Override the path with --metrics-file:
vary vast --mode fast --metrics-file /tmp/vast-metrics.jsonl
Regression artifacts
When deep mode finds a mismatch that has a reduced source (from the shrinking pass), it writes regression artifacts to the --regression-dir directory:
| File | Contents |
|---|---|
.vary | Minimized source with a header comment (seed, profile, verdict, date) |
.json | Machine-readable metadata (seed, profile, verdict, blame, per-path outcomes) |
vary vast --mode deep --regression-dir .vast-regressions/
These artifacts are useful for tracking known bugs and verifying fixes.
Nightly CI
The nightly GitHub Actions workflow runs VAST across 13 lanes organized into four parallel jobs. Each lane has a classification (regression, discovery, corpus growth) and a policy (blocker, warning, info) that determines whether failures block the nightly result.
Lane model
| Lane | Type | Policy | What it does |
|---|---|---|---|
vast-deep-differential | Regression | Blocker | ~9,000 programs, 4-path validation, seed rotation, reduction |
vast-metamorphic | Regression | Blocker | Metamorphic + round-trip + coverage validation |
vast-coverage | Regression | Blocker | Semantic + interaction coverage reporting |
vast-negative | Regression | Blocker | Sabotage-based negative validation probes |
vast-mutation | Discovery | Blocker | Mutation expansion testing |
vast-ir-check | Discovery | Blocker | IR translation equivalence + pass verification |
vast-stateful | Discovery | Warning | Stateful program generation; search slices rotate |
vast-aliasing | Discovery | Warning | Heap aliasing verification; search slices rotate |
vast-exception | Discovery | Warning | Exception propagation verification |
vast-concurrency | Discovery | Warning | Concurrency semantics (scheduler simulation) |
vast-symbolic | Discovery | Warning | Symbolic input guidance |
vast-large-programs | Discovery | Warning | Large program (500-10000 AST nodes) stress testing |
vast-continuous | Corpus Growth | Info | Time-bounded adaptive exploration |
Policy enforcement: blocker lane failures fail the nightly job. Warning lane failures are reported but don't block. Info lanes are informational only.
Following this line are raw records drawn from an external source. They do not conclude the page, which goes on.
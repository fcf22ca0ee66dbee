//! Every check of the audit checklist: id, what it asks, how much it matters, where it runs, its basis. One table, in two
//! files; what does not run yet says what it waits for.

mod assessment;
mod records;

use crate::core::documents::assessment::Severity;

/// Where a check runs.
#[derive(Clone, Copy, Debug, PartialEq, Eq)]
pub enum Runs {
    /// On every assessment.
    OnAssessment,
    /// While the figures are read: a finding of a model or of the chain.
    OnFigures,
    /// At entry: the document is refused with a problem.
    AtEntry,
    /// When somebody asks, with more than a pathway at hand (an auditor's own figure, a default to be chosen).
    OnRequest,
    /// When a statement is issued, with the day and the people at hand: a pathway under work has neither.
    AtIssue,
    /// Not yet: it waits for this.
    Later(&'static str),
    /// Never again: the id stays taken.
    Retired,
}

/// One check.
#[derive(Clone, Copy, Debug, PartialEq, Eq)]
pub struct Check {
    /// Id of the audit checklist.
    pub id: &'static str,
    /// What it asks.
    pub asks: &'static str,
    /// The most it can matter.
    pub severity: Severity,
    /// Where it runs.
    pub runs: Runs,
    /// Legal or published basis.
    pub source: &'static str,
}

/// Rows of the table: id, severity, where it runs, what it asks, basis.
macro_rules! checks {
    ($($id:literal $severity:ident $runs:ident $(($waits:literal))? : $asks:literal, $source:literal;)*) => {
        &[$(crate::core::checks::registry::Check {
            id: $id,
            asks: $asks,
            severity: crate::core::documents::assessment::Severity::$severity,
            runs: crate::core::checks::registry::Runs::$runs $(($waits))?,
            source: $source,
        }),*]
    };
}
use checks;

/// Every check, by id.
pub fn all() -> impl Iterator<Item = &'static Check> {
    let rows = [
        assessment::A_TO_C,
        records::D,
        assessment::E,
        records::F,
        assessment::G,
        records::H_TO_J,
        assessment::K,
    ];
    rows.into_iter().flatten()
}

/// The check of an id.
pub fn find(id: &str) -> Option<&'static Check> {
    all().find(|check| check.id == id)
}

#[cfg(test)]
mod tests {
    use super::*;

    #[test]
    fn ids_stand_once_and_in_order() {
        let ids: Vec<&str> = all().map(|check| check.id).collect();
        let mut sorted = ids.clone();
        sorted.sort_unstable();
        sorted.dedup();
        assert_eq!(ids, sorted);
        assert_eq!(ids.len(), 114);
    }

    #[test]
    fn every_row_says_what_it_asks_on_what_basis_and_what_it_waits_for() {
        for check in all() {
            let waits = match check.runs {
                Runs::Later(waits) => waits,
                _ => "nothing",
            };
            assert!(
                check.asks.len() > 10 && !check.source.is_empty() && waits.len() > 3,
                "{}",
                check.id
            );
        }
        assert_eq!(find("C-05").unwrap().runs, Runs::Retired);
        assert_eq!(find("Z-01"), None);
    }
}
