//! A workbook as bytes: reading its cells, and changing single ones the way a person would, without any other change.

use calamine::{Data, Range, Reader, Xlsx};
use std::io::{Cursor, Read, Write};
use zip::write::SimpleFileOptions;
use zip::{ZipArchive, ZipWriter};

/// Sheets in the order of the file.
pub const SHEETS: [&str; 9] = [
    "About", "Inputs", "Factors", "Chain", "Terms", "Totals", "Carbon", "Findings", "Workings",
];

/// The cells of a sheet, from its first one on.
pub fn sheet(bytes: &[u8], name: &str) -> Range<Data> {
    let mut book: Xlsx<_> = Xlsx::new(Cursor::new(bytes.to_vec())).expect("a workbook");
    book.worksheet_range(name).expect("the sheet")
}

/// A figure at a cell counted from zero.
pub fn figure(range: &Range<Data>, row: u32, column: u32) -> Option<f64> {
    match range.get_value((row, column))? {
        Data::Float(x) => Some(*x),
        #[allow(clippy::cast_precision_loss, reason = "whole figures of a workbook are small")]
        Data::Int(x) => Some(*x as f64),
        _ => None,
    }
}

/// Words at a cell counted from zero.
pub fn words(range: &Range<Data>, row: u32, column: u32) -> String {
    match range.get_value((row, column)) {
        Some(Data::String(text)) => text.clone(),
        _ => String::new(),
    }
}

/// The address of a cell counted from zero: `F7`.
pub fn address(row: u32, column: u32) -> String {
    assert!(column < 26);
    let letter = char::from(b'A' + u8::try_from(column).expect("a letter"));
    format!("{letter}{}", row + 1)
}

/// The same workbook with figures of a sheet's cells replaced.
pub fn with(bytes: &[u8], sheet: &str, cells: &[(String, f64)]) -> Vec<u8> {
    let number = SHEETS.iter().position(|name| *name == sheet).expect("the sheet") + 1;
    edit(bytes, &format!("xl/worksheets/sheet{number}.xml"), |xml| {
        let mut xml = xml;
        for (at, figure) in cells {
            let start = xml
                .find(&format!("<c r=\"{at}\""))
                .unwrap_or_else(|| panic!("no cell {at}"));
            let open = start + xml[start..].find("<v>").expect("a figure") + 3;
            let close = open + xml[open..].find("</v>").expect("its end");
            xml.replace_range(open..close, &figure.to_string());
        }
        xml
    })
}

/// The same workbook whose formulas carry wrong figures: a reader that does not calculate shows nonsense.
pub fn spoiled(bytes: &[u8]) -> Vec<u8> {
    let mut out = bytes.to_vec();
    for number in 1..=SHEETS.len() {
        out = edit(&out, &format!("xl/worksheets/sheet{number}.xml"), |xml| {
            let mut parts = xml.split("</f><v>");
            let mut spoiled = parts.next().unwrap_or_default().to_owned();
            for part in parts {
                let (_, rest) = part.split_once("</v>").expect("the end of a figure");
                spoiled.push_str("</f><v>-987654321</v>");
                spoiled.push_str(rest);
            }
            spoiled
        });
    }
    out
}

/// A part of the workbook as text.
pub fn part(bytes: &[u8], path: &str) -> String {
    let mut archive = ZipArchive::new(Cursor::new(bytes)).expect("an archive");
    let mut text = String::new();
    let mut file = archive.by_name(path).expect("the part");
    file.read_to_string(&mut text).expect("text");
    text
}

fn edit(bytes: &[u8], path: &str, change: impl FnOnce(String) -> String) -> Vec<u8> {
    let text = part(bytes, path);
    let mut archive = ZipArchive::new(Cursor::new(bytes)).expect("an archive");
    let mut writer = ZipWriter::new(Cursor::new(Vec::new()));
    let mut change = Some(change);
    for index in 0..archive.len() {
        let name = archive
            .by_index(index)
            .expect("a part")
            .name()
            .expect("a name")
            .into_owned();
        let mut content = Vec::new();
        archive
            .by_index(index)
            .expect("a part")
            .read_to_end(&mut content)
            .expect("bytes");
        if name == path
            && let Some(change) = change.take()
        {
            content = change(text.clone()).into_bytes();
        }
        writer
            .start_file(name, SimpleFileOptions::default())
            .expect("a part");
        writer.write_all(&content).expect("bytes");
    }
    writer.finish().expect("an archive").into_inner()
}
Search slice rotation: discovery lanes rotate their search parameters (program counts, stress modes, profile weights) across nights via deterministic hash-based selection. The lanes themselves always run; only the parameters vary.
Lane tagging
Every VAST invocation in the nightly workflow passes --lane <name> so metrics are tagged per-lane:
./bin/vary vast --mode explore --profile stateful --stateful --lane vast-stateful
Acceptance verification
The nightly growth job verifies the escaped-bug acceptance set and generates a closeout report:
./bin/vary vast --check-acceptance --corpus-dir tests/vast/corpus
./bin/vary vast --closeout-report --corpus-dir tests/vast/corpus
The acceptance set contains 6 real escaped bugs. Coverage is determined by executing programs through the differential pipeline with exact AST-level trigger predicates, not by pattern matching on source text. Evidence tiers:
| Tier | Label | Meaning |
|---|---|---|
| Strongest | GENERATOR_REDISCOVERED | Generated programs matched exact bug-class trigger predicate + executed through pipeline |
| Strong | REPLAY_VERIFIED | Exact reproducer executed through pipeline successfully |
| Weak | GENERATOR_EXECUTED | Profile executed through pipeline but no trigger match |
| None | NOT_VERIFIED | No execution evidence |
Only GENERATOR_REDISCOVERED counts toward the closeout bar.
Mode discipline
Specialized generator flags (--stateful, --aliasing, --ir-check, etc.) require --mode explore. Using --mode deep silently ignores these flags because deep mode runs its own fixed profile list. The nightly workflow uses --mode explore for all specialized lanes.
CLI reference
See CLI reference for the complete flag list covering core options, CI modes, specialized generators, acceptance/closeout, lane tagging, and coverage reporting.